If it is only 1" out, your stuck, unless you get a WH with 1 1/4".

That's one of them there fancy hot water water closets..............


----------



## fixitright (Jan 5, 2012)

Bidet? Bidet toilet seat?


----------



## Plumbus (Aug 4, 2008)

Bid as drawn and note the discrepancies in your proposal.


----------



## Workhorseplmg (Apr 10, 2013)

I call the engineer when I come across that or the contractor I'm bidding for. Discrepancies usually come up at the pre bid meeting. 
I don't believe I've seen a plan without discrepancies in it ever.


----------



## hroark2112 (Apr 16, 2011)

Bid a job one time that called for 2 1/2" cast drain lines. Got a fat change order upsizing to 3" and the engineer had to suck it up on his errors & omissions policy.

He didn't like me after that.


----------



## newyorkcity (Nov 25, 2010)

*Damn!*



hroark2112 said:


> Bid a job one time that called for 2 1/2" cast drain lines. Got a fat change order upsizing to 3" and the engineer had to suck it up on his errors & omissions policy.
> 
> He didn't like me after that.


2 1/2" is shown on drain and vent lines all the time on jobs I bid on. We (including every contractor I know) assumes it to be 3".
Making the engineer take the fall and pay the difference is gangster. 
If that happened over here, I can picture the engineer finding ways to make the job miserable for the plumber. At least I would if I were the engineer. I would make sure every nut and bolt is as per submittals, and would demand shop drawings for anything deviating off of the approved plans.
How tough was it to upsell 3" over 2 1/2", in other words, to convince the owner that it wasn't a common error?


----------



## bct p&h (Jan 19, 2013)

newyorkcity said:


> How tough was it to upsell 3" over 2 1/2", in other words, to convince the owner that it wasn't a common error?

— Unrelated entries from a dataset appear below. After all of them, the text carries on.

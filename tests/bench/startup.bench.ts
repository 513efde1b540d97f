import { existsSync, mkdtempSync, rmSync } from 'node:fs'
import { tmpdir } from 'node:os'
import path from 'node:path'
import { spawn } from 'node:child_process'
import { writeResult, type BenchResult } from './results'

const GOALS = { freshSeconds: 6, warmSeconds: 2 }

async function timeToHealthy(dataDir: string, port: number): Promise<number> {
  const started = performance.now()
  const child = spawn(process.execPath, ['dist/server/index.js'], {
    env: { ...process.env, HOLDFAST_DATA_DIR: dataDir, PORT: String(port), HOST: '127.0.0.1', LOG_LEVEL: 'warn' },
    stdio: 'ignore',
  })
  try {
    for (;;) {
      const ok = await fetch(`http://127.0.0.1:${port}/api/health`).then((r) => r.ok, () => false)
      if (ok) return (performance.now() - started) / 1000
      if (child.exitCode !== null) throw new Error(`server exited with ${child.exitCode}`)
      if (performance.now() - started > 60_000) throw new Error('server not healthy after 60 s')
      await new Promise((r) => setTimeout(r, 25))
    }
  } finally {
    child.kill('SIGTERM')
    await new Promise((r) => child.once('exit', r))
  }
}

/** Start-up of the built server: a fresh data directory (migrate + demo load) and a warm one. */
export async function run(): Promise<BenchResult> {
  if (!existsSync('dist/server/index.js')) throw new Error('Build first: npm run build')
  const dataDir = mkdtempSync(path.join(tmpdir(), 'holdfast-bench-'))
  try {
    const fresh = await timeToHealthy(dataDir, 3391)
    const warm: number[] = []
    for (let i = 0; i < 3; i++) warm.push(await timeToHealthy(dataDir, 3391))
    const warmMedian = warm.sort((a, b) => a - b)[1]!
    return {
      name: 'startup',
      freshSeconds: Number(fresh.toFixed(2)),
      warmSeconds: Number(warmMedian.toFixed(2)),
      warmRuns: warm.map((w) => Number(w.toFixed(2))),
      goals: GOALS,
      met: fresh <= GOALS.freshSeconds && warmMedian <= GOALS.warmSeconds,
    }
  } finally {
    rmSync(dataDir, { recursive: true, force: true })
  }
}

if (import.meta.url === `file://${process.argv[1]}`) console.log(writeResult(await run()))
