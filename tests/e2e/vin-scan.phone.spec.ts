import { expect, test } from '@playwright/test'
import { mkdirSync } from 'node:fs'
import path from 'node:path'
import { chromiumLaunch } from './chromium'
import { writeDataMatrixVideo } from './fake-camera'
import { signInAs, watchConsole, mainNav } from './helpers'

// A real WMI and VDS (a Honda Accord in NHTSA vPIC), check digit computed.
const VIN = '1HGCM82633A004352'
// Written when the file loads, before the browser starts: Chromium reads its fake camera's picture from it.
// Under test-results/ (ignored by git), which Playwright empties at each run.
const video = path.resolve('test-results', 'vin-label.y4m')
mkdirSync(path.dirname(video), { recursive: true })
writeDataMatrixVideo(video, VIN)
test.use({
  launchOptions: {
    ...chromiumLaunch,
    args: [...chromiumLaunch.args, '--use-fake-device-for-media-stream', '--use-fake-ui-for-media-stream', `--use-file-for-fake-video-capture=${video}`],
  },
})

test('on a phone the dispatcher scans the VIN label with the camera and the vehicle fills in', async ({ page }) => {
  // The server opens its vPIC database on the first decode: on a busy machine that alone can take seconds.
  test.slow()
  const problems = watchConsole(page)
  await signInAs(page, 'dispatcher')
  await (await mainNav(page)).getByRole('link', { name: 'Log a tow-in' }).tap()
  const decoded = page.waitForResponse((r) => r.url().endsWith(`/api/vin-decode/${VIN}`) && r.ok())
  await page.getByRole('button', { name: 'Scan' }).tap()
  await expect(page.getByLabel('VIN', { exact: true })).toHaveValue(VIN)
  await expect(page.getByRole('dialog', { name: 'Scan the VIN barcode' })).toBeHidden()
  await decoded
  await expect(page.getByLabel('Make', { exact: true })).toHaveValue('Honda')
  await expect(page.getByTestId('vin-status')).toHaveText('Check digit correct. Model year 2003.')
  expect(problems).toEqual([])
})
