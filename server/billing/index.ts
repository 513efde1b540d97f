export { cashDrawerRouter, vehicleBillingRouter } from './billing.routes'
export { moneyTotals, type MoneyTotals } from './billing.queries'
export { drawerOf } from './closeout.service'
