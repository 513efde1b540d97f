// @vitest-environment happy-dom
import { mount } from '@vue/test-utils'
import { describe, expect, it } from 'vitest'
import VehiclesChargesPanel from '../../../src/components/vehicles/VehiclesChargesPanel.vue'
import { withI18n } from '../../helpers/i18n'

const ruleSet = { name: 'California (sample)', version: 1, caution: 'Sample — verify with your local code.' }

describe('the bill panel on the vehicle page', () => {
  it('chargesPanel_recordTheCoreCannotBill_saysWhyAndAsksForACorrection', () => {
    const w = mount(VehiclesChargesPanel, {
      props: { summary: null, ruleSet, problem: 'The stay is longer than 20 years: check the arrival date.' },
      global: { plugins: [withI18n()] },
    })
    expect(w.get('[role="alert"]').text()).toBe('No bill can be worked out: The stay is longer than 20 years: check the arrival date. Correct the record to bill it.')
    expect(w.text()).not.toContain('No rule set')
  })

  it('chargesPanel_noRuleSetAndNoProblem_asksForARuleSet', () => {
    const w = mount(VehiclesChargesPanel, { props: { summary: null, ruleSet: null, problem: null }, global: { plugins: [withI18n()] } })
    expect(w.text()).toContain('No rule set to bill this vehicle by')
    expect(w.find('[role="alert"]').exists()).toBe(false)
  })
})

describe('the bill panel in Spanish', () => {
  it('chargesPanel_spanishChosen_saysItInSpanishWithTheAmountsAsAUsYardPrintsThem', () => {
    const summary = {
      balanceCents: 123456,
      storageCents: 100000,
      towCents: 23456,
      daysOnLot: 4,
      nextDeadline: null,
      warnings: [],
    }
    const w = mount(VehiclesChargesPanel, { props: { summary, ruleSet, problem: null } as never, global: { plugins: [withI18n('es')] } })
    // es-US writes US dollars as English does ("$1,234.56"; Intl with CLDR es-US, Node 20's ICU).
    expect(w.text()).toContain('$1,234.56')
    expect(w.text()).toContain('debe hasta hoy · día 4 de almacenaje')
    expect(w.text()).toContain('Almacenaje y cargos $1,000.00 · arrastre $234.56')
    expect(w.text()).toContain('Todavía no corre ningún plazo legal.')
    withI18n('en')
  })
})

Better question, how do you prove a price difference on a nonexistent pipe that wouldn't have a price to begin with?


----------



## newyorkcity (Nov 25, 2010)

The engineer can make a point that he spec"d 2 1/2" galvanized pipe with threaded drainage fittings. How is the 3" no hub looking then?


----------



## hroark2112 (Apr 16, 2011)

The engineer made the job difficult long before it started and then made it almost impossible once we got going. Making them feel some discomfort in return was their own damn fault.

Right after we finished demo, we pointed out that the existing boiler venting was in between 2 operable windows, under 12" of clearance on both sides. They put off a solution until it was almost time to hang drywall. Then we pointed out that the storage tanks that had been sitting dormant for 2 years might need cleaning and one of them looked like it was leaking with no pressure on the system. They kept saying no until we opened one of them up in front of the owner. I thought he was going to puke when he caught a whiff, and we replaced them both that month.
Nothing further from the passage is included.